An elevated serum β-D-glucan level is an adjunct for the diagnosis of probable PJP infection when excluding other invasive fungal diseases. In the present study, we demonstrated concordance between plasma cfDNA and β-D-glucan for the identification of P. jirovecii, which suggests that a positive β-D-glucan test result might be a good indicator to detect plasma cfDNA and confirm a diagnosis of PJP. In addition, we demonstrated that prophylaxis is important when initiating glucocorticoid and immunosuppressant therapy when treating patients with RD [20], especially during the first 4 months post-diagnosis, when patients present generalized disease activity and are receiving strong immunosuppressive therapy. Hence, being aware of the risk of PJP after combining immunosuppressants when treating RD is crucial.

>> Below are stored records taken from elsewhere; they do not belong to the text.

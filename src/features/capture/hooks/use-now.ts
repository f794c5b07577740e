import { useEffect, useState } from 'react';

/**
 * The current time, refreshed every `everyMs`, aligned to the wall-clock second so two clocks on the
 * screen tick together. Only the small component that shows a running time uses it, so the rest of the
 * screen does not re-render every second.
 */
export function useNow(everyMs = 1000, active = true): number {
  const [now, setNow] = useState(() => Date.now());
  useEffect(() => {
    if (!active) return;
    let timer: ReturnType<typeof setTimeout>;
    const tick = () => {
      const t = Date.now();
      setNow(t);
      timer = setTimeout(tick, everyMs - (t % everyMs) + 5);
    };
    timer = setTimeout(tick, everyMs - (Date.now() % everyMs) + 5);
    return () => clearTimeout(timer);
  }, [everyMs, active]);
  return now;
}

/** Elapsed time as h:mm:ss (or m:ss under an hour); negative spans read 0:00. */
export function formatElapsed(ms: number): string {
  const total = Math.max(0, Math.floor(ms / 1000));
  const h = Math.floor(total / 3600);
  const m = Math.floor((total % 3600) / 60);
  const s = total % 60;
  const ss = String(s).padStart(2, '0');
  return h > 0 ? `${h}:${String(m).padStart(2, '0')}:${ss}` : `${m}:${ss}`;
}

/** Clock time of day, 24 h, with seconds (the room's wall clock reads the same way). */
export function formatClock(ms: number): string {
  const d = new Date(ms);
  return [d.getHours(), d.getMinutes(), d.getSeconds()].map((n) => String(n).padStart(2, '0')).join(':');
}
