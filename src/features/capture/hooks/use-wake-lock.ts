import { useEffect, useState } from 'react';

export type WakeLockState = 'held' | 'released' | 'unsupported' | 'refused';

/**
 * Keeps the screen on while the capture screen is open (Screen Wake Lock API, W3C). The browser drops
 * the lock whenever the page is hidden, so it is asked for again on every return to visible.
 */
export function useWakeLock(active = true): WakeLockState {
  const supported = typeof navigator !== 'undefined' && 'wakeLock' in navigator;
  const [state, setState] = useState<WakeLockState>(supported ? 'released' : 'unsupported');

  useEffect(() => {
    if (!active || !supported) return;
    let sentinel: WakeLockSentinel | null = null;
    let stopped = false;
    const acquire = async () => {
      if (document.visibilityState !== 'visible' || (sentinel && !sentinel.released)) return;
      try {
        const s = await navigator.wakeLock.request('screen');
        if (stopped) { void s.release(); return; }
        sentinel = s;
        setState('held');
        s.addEventListener('release', () => { if (!stopped) setState('released'); });
      } catch {
        // Refused (battery saver, no user activation yet, or a permissions policy): the screen still works.
        if (!stopped) setState('refused');
      }
    };
    const onVisibility = () => { if (document.visibilityState === 'visible') void acquire(); };
    void acquire();
    document.addEventListener('visibilitychange', onVisibility);
    // Where a browser wants a user activation first, the first tap is one: ask once more then, and
    // only then (a listener on every tap would cost the tap's own frame).
    window.addEventListener('pointerdown', onVisibility, { passive: true, once: true });
    return () => {
      stopped = true;
      document.removeEventListener('visibilitychange', onVisibility);
      window.removeEventListener('pointerdown', onVisibility);
      void sentinel?.release().catch(() => undefined);
    };
  }, [active, supported]);

  return state;
}
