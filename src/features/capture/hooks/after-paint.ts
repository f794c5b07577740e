import { startTransition, useEffect, useState } from 'react';

/**
 * Run `fn` once the next frame has been painted: a task queued from the frame's own animation callback
 * runs after that frame is drawn, behind whatever the browser already had queued. Returns a cancel.
 */
export function afterPaint(fn: () => void): () => void {
  let timer: ReturnType<typeof setTimeout> | undefined;
  if (typeof requestAnimationFrame !== 'function') {
    timer = setTimeout(fn, 0);
    return () => clearTimeout(timer);
  }
  const frame = requestAnimationFrame(() => { timer = setTimeout(fn, 0); });
  return () => { cancelAnimationFrame(frame); clearTimeout(timer); };
}

/**
 * `value` as it stood at the last paint: a change is taken up in a transition after the frame that
 * shows the urgent part of it (the count and the row of a tap), so what is derived from it never holds
 * that frame back. The first render has the value at once.
 */
export function useAfterPaint<T>(value: T): T {
  const [settled, setSettled] = useState(value);
  useEffect(() => {
    if (Object.is(settled, value)) return undefined;
    return afterPaint(() => startTransition(() => setSettled(value)));
  }, [value, settled]);
  return settled;
}
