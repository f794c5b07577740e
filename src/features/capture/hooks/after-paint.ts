import { startTransition, useEffect, useState } from 'react';

/**
 * The callbacks waiting for the next paint, run by one animation frame and one task: a tap asks for
 * several (its undo bar, the changes held while its frame is drawn, the strip and the list's last row),
 * and on a slow tablet each requestAnimationFrame call costs a noticeable part of a millisecond.
 */
let waiting: Set<() => void> | null = null;

function onFrame(): void {
  // The batch closes at its frame: a callback asked for from now on waits for the next frame.
  const batch = waiting;
  waiting = null;
  setTimeout(() => { for (const fn of batch ?? []) fn(); }, 0);
}

/**
 * Run `fn` once the next frame has been painted: a task queued from the frame's own animation callback
 * runs after that frame is drawn, behind whatever the browser already had queued. Returns a cancel.
 */
export function afterPaint(fn: () => void): () => void {
  if (typeof requestAnimationFrame !== 'function') {
    const timer = setTimeout(fn, 0);
    return () => clearTimeout(timer);
  }
  // A callback of its own, so that one function asked for twice runs twice and is cancelled once.
  const once = () => fn();
  if (!waiting) {
    waiting = new Set();
    requestAnimationFrame(onFrame);
  }
  const batch = waiting;
  batch.add(once);
  return () => { batch.delete(once); };
}

/**
 * `value` as it stood at the last paint: a change is taken up in a transition after the frame that
 * shows the urgent part of it (the count and the row of a tap), so what is derived from it never holds
 * that frame back. The first render has the value at once.
 */
export function useAfterPaint<T>(value: T): T {
  const [settled, setSettled] = useState(value);
  useEffect(() => {
    if (Object.is(settled, value)) return undefined;
    return afterPaint(() => startTransition(() => setSettled(value)));
  }, [value, settled]);
  return settled;
}
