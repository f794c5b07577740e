import { useMemo, useRef } from 'react';
import { buildRecord, toRecordInput } from '#shared/domain/record/index.ts';
import type { CaseRecord, RecordEventInput } from '#shared/domain/record/types.ts';
import type { NewEvent } from '#shared/schemas/events.ts';
import type { CaseSnapshot, TapState } from '@/sync/index.ts';
import { clockView, sameClock, type ClockView } from '../components/case-clock.tsx';
import { sameCounts, toLiveCounts, type LiveCounts } from '../live-counts.ts';
import { collectCorrections, recentRows, type RecentRow } from '../rows.ts';

/** Rows drawn in the recent list (a few screens of it); the whole log is on the record page. */
export const RECENT_LIMIT = 12;

export type CaptureModel = {
  /** The events that count (everything but what the server refused), as the record reads them. */
  events: readonly NewEvent[];
  record: CaseRecord;
  counts: LiveCounts;
  clock: ClockView;
  rows: RecentRow[];
};

/** Keeps the previous value while `same` says nothing changed, so memoised parts of the screen skip. */
export function useStable<T>(value: T, same: (a: T, b: T) => boolean): T {
  const ref = useRef(value);
  if (!same(ref.current, value)) ref.current = value;
  return ref.current;
}

/** The reducer's input by event object: an event is immutable, and its corrected time is parsed once. */
const inputs = new WeakMap<NewEvent, RecordEventInput>();
function recordInput(e: NewEvent): RecordEventInput {
  let r = inputs.get(e);
  if (!r) { r = toRecordInput(e); inputs.set(e, r); }
  return r;
}

/**
 * The same events in the same order. An event keeps its id and content from the tap to the server's
 * copy (which only adds seq and receivedAt, not read on this screen), so an acceptance does not
 * rebuild the record, the counts or the rows.
 */
const sameEvents = (a: readonly NewEvent[], b: readonly NewEvent[]) => a.length === b.length && a.every((e, i) => e === b[i] || e.id === b[i]!.id);

/**
 * Everything the capture screen shows, computed from the tablet's copy of the case. The record is
 * rebuilt only when the events themselves change (not on every sync-state change of a tap: saving,
 * queued, sent, accepted), and the board and clock keep their identity while their figures hold.
 */
export function useCaptureModel(snapshot: CaseSnapshot, opts: { offsetMs: number; device: string | null; authorName: (id: string) => string }): CaptureModel {
  const { items } = snapshot;
  const fresh = useMemo(() => items.filter((i) => i.state !== 'refused').map((i) => i.event), [items]);
  const events = useStable<readonly NewEvent[]>(fresh, sameEvents);
  const shown = useStable<readonly NewEvent[]>(useMemo(() => items.map((i) => i.event), [items]), sameEvents);
  const record = useMemo(() => buildRecord(events.map(recordInput)), [events]);
  const counts = useStable(useMemo(() => toLiveCounts(record, opts.offsetMs), [record, opts.offsetMs]), sameCounts);
  const clock = useStable(useMemo(() => clockView(record), [record]), sameClock);
  const corrections = useMemo(() => collectCorrections(events), [events]);
  const { device, authorName } = opts;
  // The rows are rebuilt only when the events change; a change of sync state only restamps the rows.
  const base = useMemo(
    () => recentRows(shown, { limit: RECENT_LIMIT, device, authorName, corrections, stateOf: () => 'accepted' }),
    [shown, device, authorName, corrections],
  );
  const stamped = useRef(new Map<string, RecentRow>());
  const rows = useMemo(() => {
    // Accepted events come first in the snapshot and this tablet's pending ones after them: only the
    // tail can hold a state other than 'accepted'.
    const states = new Map<string, TapState>();
    for (let k = items.length - 1; k >= 0 && items[k]!.state !== 'accepted'; k--) states.set(items[k]!.id, items[k]!.state);
    const next = new Map<string, RecentRow>();
    const out = base.map((r) => {
      const state = states.get(r.id) ?? 'accepted';
      const before = stamped.current.get(r.id);
      const row = before && before.state === state && sameBase(before, r) ? before : { ...r, state };
      next.set(r.id, row);
      return row;
    });
    stamped.current = next;
    return out;
  }, [base, items]);
  return { events, record, counts, clock, rows };
}

const sameBase = (a: RecentRow, b: RecentRow) =>
  a.label === b.label && a.detail === b.detail && a.timeMs === b.timeMs && a.voided === b.voided && a.voidReason === b.voidReason
  && a.amended === b.amended && a.authorLabel === b.authorLabel && a.mine === b.mine;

Clinical metagenomics have brought about a paradigm shift in aetiological diagnosis. Our study offers evidence for the value of circulating cfDNA detection using NGS to diagnose PJP in patients with RD, especially when respiratory samples are unavailable. Owing to the limited sample size, further studies are important to address the sensitivity and specificity of circulating microbial cfDNA for PJP identification in large cohorts of patients with RD.